:: TASK BRIEF ::
Once the line containing "as a deviation)." has been printed, stop; print every line before it exactly, starting at the top of the material below.

(GIVEN DATA Opens)

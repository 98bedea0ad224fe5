//! The edge of the pipeline: `check`, `run`, and the lock command's inputs.
//!
//! This is the only stage that does I/O for a run: it reads the plan, the lock
//! record and the data files, hashes them, hands typed values to the pure
//! stages (design → models → inference), collects deviations, renders the
//! outputs and writes them atomically. Nothing it writes depends on the clock,
//! the working folder or the environment.

use crate::data::{self, StudyData};
use crate::design::{self, Design};
use crate::error::Error;
use crate::inference::AnalysisInference;
use crate::output::Staged;
use crate::plan::{self, Analysis, LoadedPlan, ModelSpec, Plan};
use crate::provenance::lock::{self, LoadedLock};
use crate::provenance::{TOOL_VERSION, sha256_hex};
use crate::report;
use crate::results::*;
use std::path::Path;

/// How a run treats the treatment codes.
#[derive(Debug, Clone, Copy, PartialEq, Eq)]
pub enum Mode {
    /// After unblinding: the allocation file is read.
    Unblinded,
    /// Before unblinding: the allocation file is never read; dummy codes from
    /// the seed stand in, and every treatment estimate is masked.
    DryRun { seed: u64 },
}

/// Everything a run needs besides the plan: the mode and any command-line
/// overrides (each reported as a deviation).
#[derive(Debug, Clone, PartialEq, Eq)]
pub struct RunOptions {
    pub mode: Mode,
    /// Run only these analyses (a command-line override of the plan).
    pub only: Vec<String>,
    /// Analyses fitted at once, each on its own thread (1: one after another). The outputs do
    /// not depend on it: every analysis is computed by one thread, whichever, and the results
    /// are put together in plan order. Memory grows with it (one design per analysis in flight).
    pub jobs: usize,
    /// How designs are held ([`design::Layout`]); by their size unless a test says otherwise.
    /// Not a command-line option: only last bits can depend on it, of a linear fit (its
    /// row-block route is a different factorization) and of an influence-function variance of
    /// standardised means (summed by rows); `tests/design_layouts.rs`.
    pub layout: design::Layout,
}

impl Default for RunOptions {
    fn default() -> RunOptions {
        RunOptions {
            mode: Mode::Unblinded,
            only: Vec::new(),
            jobs: 1,
            layout: design::Layout::BySize,
        }
    }
}

/// `work` applied to every item, on up to `jobs` threads, the results in the items' order.
/// `None` when a worker thread panicked (a defect; the caller reports it as one).
fn map_in_order<T: Sync, R: Send>(
    items: &[T],
    jobs: usize,
    work: impl Fn(&T) -> R + Sync,
) -> Option<Vec<R>> {
    if jobs <= 1 || items.len() <= 1 {
        return Some(items.iter().map(work).collect());
    }
    let next = std::sync::atomic::AtomicUsize::new(0);
    let slots: Vec<std::sync::Mutex<Option<R>>> = (0..items.len())
        .map(|_| std::sync::Mutex::new(None))
        .collect();
    let finished = std::thread::scope(|scope| {
        let workers: Vec<_> = (0..jobs.min(items.len()))
            .map(|_| {
                scope.spawn(|| {
                    loop {
                        let index = next.fetch_add(1, std::sync::atomic::Ordering::Relaxed);
                        let Some(item) = items.get(index) else {
                            break;
                        };
                        let result = work(item);
                        if let Ok(mut slot) = slots[index].lock() {
                            *slot = Some(result);
                        }
                    }
                })
            })
            .collect();
        workers.into_iter().all(|worker| worker.join().is_ok())
    });
    if !finished {
        return None;
    }
    slots
        .into_iter()
        .map(|slot| slot.into_inner().ok().flatten())
        .collect()
}

/// Everything read from disk for one run, with the digests of the data files
/// (their bytes are hashed once when read and not kept).
pub struct Inputs {
    pub plan: LoadedPlan,
    pub lock: Option<LoadedLock>,
    pub dry_run: Option<crate::provenance::dry_run::LoadedDryRun>,
    pub subjects: FileDigest,
    /// `None` in a dry run, which never reads the allocation file.
    pub allocation: Option<FileDigest>,
    pub data: StudyData,
}

/// The SHA-256 (lower-case hex) and length of a file's bytes as read.
#[derive(Debug, Clone, PartialEq, Eq)]
pub struct FileDigest {
    pub sha256: String,
    pub bytes: u64,
}

impl FileDigest {
    fn of(bytes: &[u8]) -> FileDigest {
        FileDigest {
            sha256: sha256_hex(bytes),
            bytes: bytes.len() as u64,
        }
    }
}

/// What `check` found, for its one-line summary.
pub struct CheckSummary {
    /// Remarks that do not stop the plan, such as a procedure's assumptions.
    pub notes: Vec<crate::error::Problem>,
    pub analyses: usize,
    pub variables: usize,
    pub subjects: usize,
    pub lock_status: &'static str,
}
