/// Both computed and equal within `tolerance` (relative), or both the same kind of issue.
fn same_outcome(
    left: &Result<CmhStatistic, CmhIssue>,
    right: &Result<CmhStatistic, CmhIssue>,
    tolerance: f64,
) -> bool {
    match (left, right) {
        (Ok(a), Ok(b)) => {
            a.df == b.df
                && close(a.statistic, b.statistic, tolerance)
                && close(a.p_value, b.p_value, tolerance)
        }
        (Err(a), Err(b)) => discriminant(a) == discriminant(b),
        _ => false,
    }
}

fn assert_no_nan(result: &CmhResult) {
    for statistic in [
        &result.general_association,
        &result.row_mean_scores,
        &result.correlation,
    ]
    .into_iter()
    .flatten()
    {
        assert!(
            statistic.statistic.is_finite() && statistic.statistic >= 0.0,
            "{statistic:?}"
        );
        assert!((0.0..=1.0).contains(&statistic.p_value), "{statistic:?}");
    }
}

/// Random stratified tables: 1–4 strata, 2–4 arms, `categories` outcome categories, counts 0–12.
fn random_table(
    categories: std::ops::RangeInclusive<usize>,
) -> impl Strategy<Value = (usize, usize, usize, Vec<f64>)> {
    (1usize..=4, 2usize..=4, categories).prop_flat_map(|(n_strata, n_arms, n_categories)| {
        (
            Just(n_strata),
            Just(n_arms),
            Just(n_categories),
            prop::collection::vec(
                (0u32..=12).prop_map(f64::from),
                n_strata * n_arms * n_categories,
            ),
        )
    })
}

// Common practice (Agresti 2013, §8.4 / 2nd ed. §7.5): with one 2×2 stratum the general
// association statistic is (n − 1)/n times Pearson's X², because the hypergeometric variance has
// n − 1 where the Pearson statistic's multinomial variance has n. Pearson's X² is computed here
// as Σ (O − E)² / E. Tolerance 1e-12 relative.
#[test]
fn one_two_by_two_stratum_is_scaled_pearson() {
    for counts in [
        [12.0, 5.0, 7.0, 9.0],
        [1.0, 0.0, 3.0, 2.0],
        [40.0, 60.0, 55.0, 45.0],
    ] {
        let result = cmh_tests(&table(&[&counts], 2, 2), None, None).unwrap();
        let n: f64 = counts.iter().sum();
        let rows = [counts[0] + counts[1], counts[2] + counts[3]];
        let columns = [counts[0] + counts[2], counts[1] + counts[3]];
        let mut pearson = 0.0;
        for row in 0..2 {
            for column in 0..2 {
                let expected = rows[row] * columns[column] / n;
                pearson += (counts[2 * row + column] - expected).powi(2) / expected;
            }
        }
        let general = value(&result.general_association);
        assert!(
            close(general.statistic, (n - 1.0) / n * pearson, 1e-12),
            "{counts:?}: {general:?} vs {pearson}"
        );
        assert_eq!(general.df, 1);
    }
}

// A stratum with fewer than two subjects contributes nothing and is not counted as used.
#[test]
fn strata_below_two_subjects_are_skipped() {
    let informative: &[f64] = &[5.0, 2.0, 1.0, 1.0, 4.0, 3.0];
    let single: &[f64] = &[0.0, 0.0, 0.0, 0.0, 1.0, 0.0];
    let empty: &[f64] = &[0.0; 6];
    let with_small = cmh_tests(&table(&[informative, single, empty], 2, 3), None, None).unwrap();
    let alone = cmh_tests(&table(&[informative], 2, 3), None, None).unwrap();
    assert_eq!((with_small.strata_used, with_small.strata_total), (1, 3));
    assert_eq!(with_small.general_association, alone.general_association);
    assert_eq!(with_small.row_mean_scores, alone.row_mean_scores);
    assert_eq!(with_small.correlation, alone.correlation);
}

(GIVEN DATA Closes)

:: OUTPUT BELOW ::
repository 98bedea0ad224fe5
//! The edge of the pipeline: `check`, `run`, and the lock command's inputs.
//!
//! This is the only stage that does I/O for a run: it reads the plan, the lock
//! record and the data files, hashes them, hands typed values to the pure
//! stages (design → models → inference), collects deviations, renders the
//! outputs and writes them atomically. Nothing it writes depends on the clock,
//! the working folder or the environment.

use crate::data::{self, StudyData};
use crate::design::{self, Design};
use crate::error::Error;
use crate::inference::AnalysisInference;
use crate::output::Staged;
use crate::plan::{self, Analysis, LoadedPlan, ModelSpec, Plan};
use crate::provenance::lock::{self, LoadedLock};
use crate::provenance::{TOOL_VERSION, sha256_hex};
use crate::report;
use crate::results::*;
use std::path::Path;

/// How a run treats the treatment codes.
#[derive(Debug, Clone, Copy, PartialEq, Eq)]
pub enum Mode {
    /// After unblinding: the allocation file is read.
    Unblinded,
    /// Before unblinding: the allocation file is never read; dummy codes from
    /// the seed stand in, and every treatment estimate is masked.
    DryRun { seed: u64 },
}

/// Everything a run needs besides the plan: the mode and any command-line
/// overrides (each reported as a deviation).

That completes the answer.